The last example discusses the case of GaN where short-time annealing, and especially FLA, can help provide high annealing temperatures without the decomposition of GaN. Ion implantation is used to fabricate selective areas of n- and p-type doping. However, p-type doping faces several challenges. Mg is a suitable candidate but requires temperatures in excess of 1300 °C for a successful activation [45]. Concurrently, diffusion must be suppressed and defects, which are caused by implantation and preferably act as donors, must be annealed out. The main problem, however, is the fact that GaN under normal conditions already decomposes at temperatures as low as 800 °C. Several solutions have been proposed in the literature including ultra-high pressure annealing in N2 (UHPA), AlN capping layers, the co-implantation with N, and the implantation at high temperature. Sakurai et al. [46] implanted Mg and N with different concentration ratios, followed by either RTP at 1300 °C or UHPA at 1 GPa, and annealing temperatures and times between 1300 and 1400 °C and 0.5–15 min, respectively. The best results were obtained for an Mg/N ratio between 1 and 0.5 and for UHPA. The co-implantation of Mg and N, followed by RTP annealing at 1300 °C for 5 min, was also successfully applied to fabricate a vertical GaN planar MOSFET [47]. Finally, Takahashi et al. [48] implanted Mg at temperatures from RT to 1000 °C, followed by RTP at 1250 °C for 20 s, and showed that the best results were achieved for an implantation temperature of 1000 °C.

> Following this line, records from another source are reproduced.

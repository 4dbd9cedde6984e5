import { and, asc, eq, ne } from "drizzle-orm";
import { inTransaction } from "#app/db/in-transaction.server.ts";
import { attachments, stones } from "#app/db/schema/index.ts";
import { AppError } from "#app/domain/app-error.ts";
import type { AttachmentId } from "#app/domain/ids.ts";
import { recordAudit } from "#app/features/audit/record-audit.server.ts";
import type { LabContext } from "#app/features/lab-context.ts";
import { requireRole } from "#app/features/require-role.ts";

/** Takes a wrong photograph away while nothing was examined yet; afterwards it is part of the record. */
export async function removePhoto(ctx: LabContext, attachmentId: AttachmentId): Promise<void> {
  requireRole(ctx, "photos.add");
  const fileKey = await inTransaction(ctx.db, async (tx) => {
    const [photo] = await tx
      .select({ itemId: attachments.itemId, fileKey: attachments.fileKey })
      .from(attachments)
      .where(and(eq(attachments.laboratoryId, ctx.laboratoryId), eq(attachments.id, attachmentId)))
      .for("update");
    if (!photo) throw new AppError("not_found", "There is no such photograph.");
    const theirs = await tx
      .select({ id: stones.id, photoId: stones.photoId, state: stones.examinationState })
      .from(stones)
      .where(and(eq(stones.laboratoryId, ctx.laboratoryId), eq(stones.itemId, photo.itemId)))
      .for("update");
    if (theirs.some((stone) => stone.state !== "received")) throw new AppError("conflict", "The examination has begun, so this photograph is part of the record and stays.");
    const [next] = await tx
      .select({ id: attachments.id })
      .from(attachments)
      .where(and(eq(attachments.laboratoryId, ctx.laboratoryId), eq(attachments.itemId, photo.itemId), ne(attachments.id, attachmentId)))
      .orderBy(asc(attachments.createdAt), asc(attachments.id))
      .limit(1);
    await tx
      .update(stones)
      .set({ photoId: next?.id ?? null })
      .where(and(eq(stones.laboratoryId, ctx.laboratoryId), eq(stones.itemId, photo.itemId), eq(stones.photoId, attachmentId)));
    await tx.delete(attachments).where(and(eq(attachments.laboratoryId, ctx.laboratoryId), eq(attachments.id, attachmentId)));
    await recordAudit({ ...ctx, db: tx }, { action: "photo.removed", subject: { kind: "attachment", id: attachmentId } });
    return photo.fileKey;
  });
  await ctx.services.uploads.remove([fileKey]);
}
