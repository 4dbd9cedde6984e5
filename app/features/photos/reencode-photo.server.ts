import sharp from "sharp";
import { AppError } from "#app/domain/app-error.ts";
import { largestPhotoBytes, type PhotoType } from "./photo-limits.ts";
import { claimedType, sniffPhoto } from "./sniff-photo.ts";

const largestPixels = 50_000_000;
const longestSidePx = 2400;
const thumbnailSidePx = 256;
const smallestSidePx = 16;
const decodeTimeoutS = 20;

const kindNames: Readonly<Record<PhotoType, string>> = { "image/jpeg": "JPEG", "image/png": "PNG", "image/webp": "WebP" };

export type ReencodedPhoto = { bytes: Buffer; thumbnail: Buffer; widthPx: number; heightPx: number };

/**
 * Decodes a picture and writes it anew: upright, in sRGB, at most 2400 px, without any metadata (camera, place, time),
 * so that nothing of the file that came reaches anybody.
 * @throws AppError invalid_input with a sentence for the field `photo`
 */
export async function reencodePhoto({ bytes, fileName }: { bytes: Buffer; fileName: string }): Promise<ReencodedPhoto> {
  if (bytes.length === 0) throw refused("This file is empty.");
  if (bytes.length > largestPhotoBytes) throw refused(`This file has ${Math.ceil(bytes.length / 1024 / 1024)} MB; photographs of up to 15 MB are taken.`);
  const type = sniffPhoto(bytes);
  if (!type) throw refused("This is not a JPEG, PNG or WebP picture. Save it as one of these and send it again.");
  const claimed = claimedType(fileName);
  if (claimed && claimed !== type) throw refused(`The name says ${kindNames[claimed]}, but the file is ${kindNames[type]}. Give it its right name, or save it anew.`);
  try {
    const upright = sharp(bytes, { limitInputPixels: largestPixels, failOn: "error", animated: false }).timeout({ seconds: decodeTimeoutS }).autoOrient();
    const full = await upright
      .clone()
      .resize({ width: longestSidePx, height: longestSidePx, fit: "inside", withoutEnlargement: true })
      .flatten({ background: "#ffffff" })
      .toColourspace("srgb")
      .jpeg({ quality: 85 })
      .toBuffer({ resolveWithObject: true });
    if (Math.min(full.info.width, full.info.height) < smallestSidePx) throw refused("This picture is too small to show anything.");
    const thumbnail = await sharp(full.data).resize({ width: thumbnailSidePx, height: thumbnailSidePx, fit: "cover" }).jpeg({ quality: 80 }).toBuffer();
    return { bytes: full.data, thumbnail, widthPx: full.info.width, heightPx: full.info.height };
  } catch (error) {
    if (error instanceof AppError) throw error;
    if (error instanceof Error && /pixel limit/i.test(error.message)) throw refused("This picture has more than 50 million pixels. Save it smaller and send it again.", error);
    throw refused("This picture is damaged or not complete. Send it again from the camera.", error);
  }
}

function refused(message: string, cause?: unknown): AppError {
  return new AppError("invalid_input", message, { cause, fieldErrors: { photo: [message] } });
}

However, UHPA and high implantation temperatures are difficult to realize for industrial applications, and there seems to be a tendency to shorter annealing times, probably in combination with the multiple application of such annealing steps. Thus, multicycle RTP at 2 MPa N2 was used in which the temperature starts at a base value of 1300 °C and ramps repeatedly up to 1400 °C as a spike anneal [45]. It was found that the surface was heavily damaged already with the first spike if the effective anneal time of the spike is 31 s and longer. In contrast, the surface remained undamaged if the spike time is only 8.4 s, even if 40 cycles are applied. Further investigations revealed that a further reduction of the spike time to 3.87 s and 0.24 s leads to an increase of the degree of electrical activation to 8.2% [49]. Recently, laser annealing was used to improve the conductivity of Mg-doped GaN grown by metalorganic chemical vapor deposition [50]. Although reliable experimental results are not yet known, FLA with annealing times in the ms range is a promising alternative.

Summary

FLA is a short-time annealing method that can provide high temperatures on a time scale of ms at the surface or the near-surface region of a substrate, whereas the temperature in deeper regions and at the backside is significantly lower. Thus, FLA is especially suitable for thin-film and semiconductor applications. As a process in non-thermal equilibrium, it can improve specific material properties or synthesize new materials, which might not be possible with methods in thermal equilibrium. In addition, the use of FLA in industrial applications, namely in roll-to-roll or conveyor belt processing lines, can provide significant savings in energy and process time. However, there are some challenges to be considered in order to take full advantage of short-time annealing. This includes the fact that temperature depends on both the FLA and material parameters, that thermal stress has to be managed, and that a good homogeneity sometimes requires additional measures.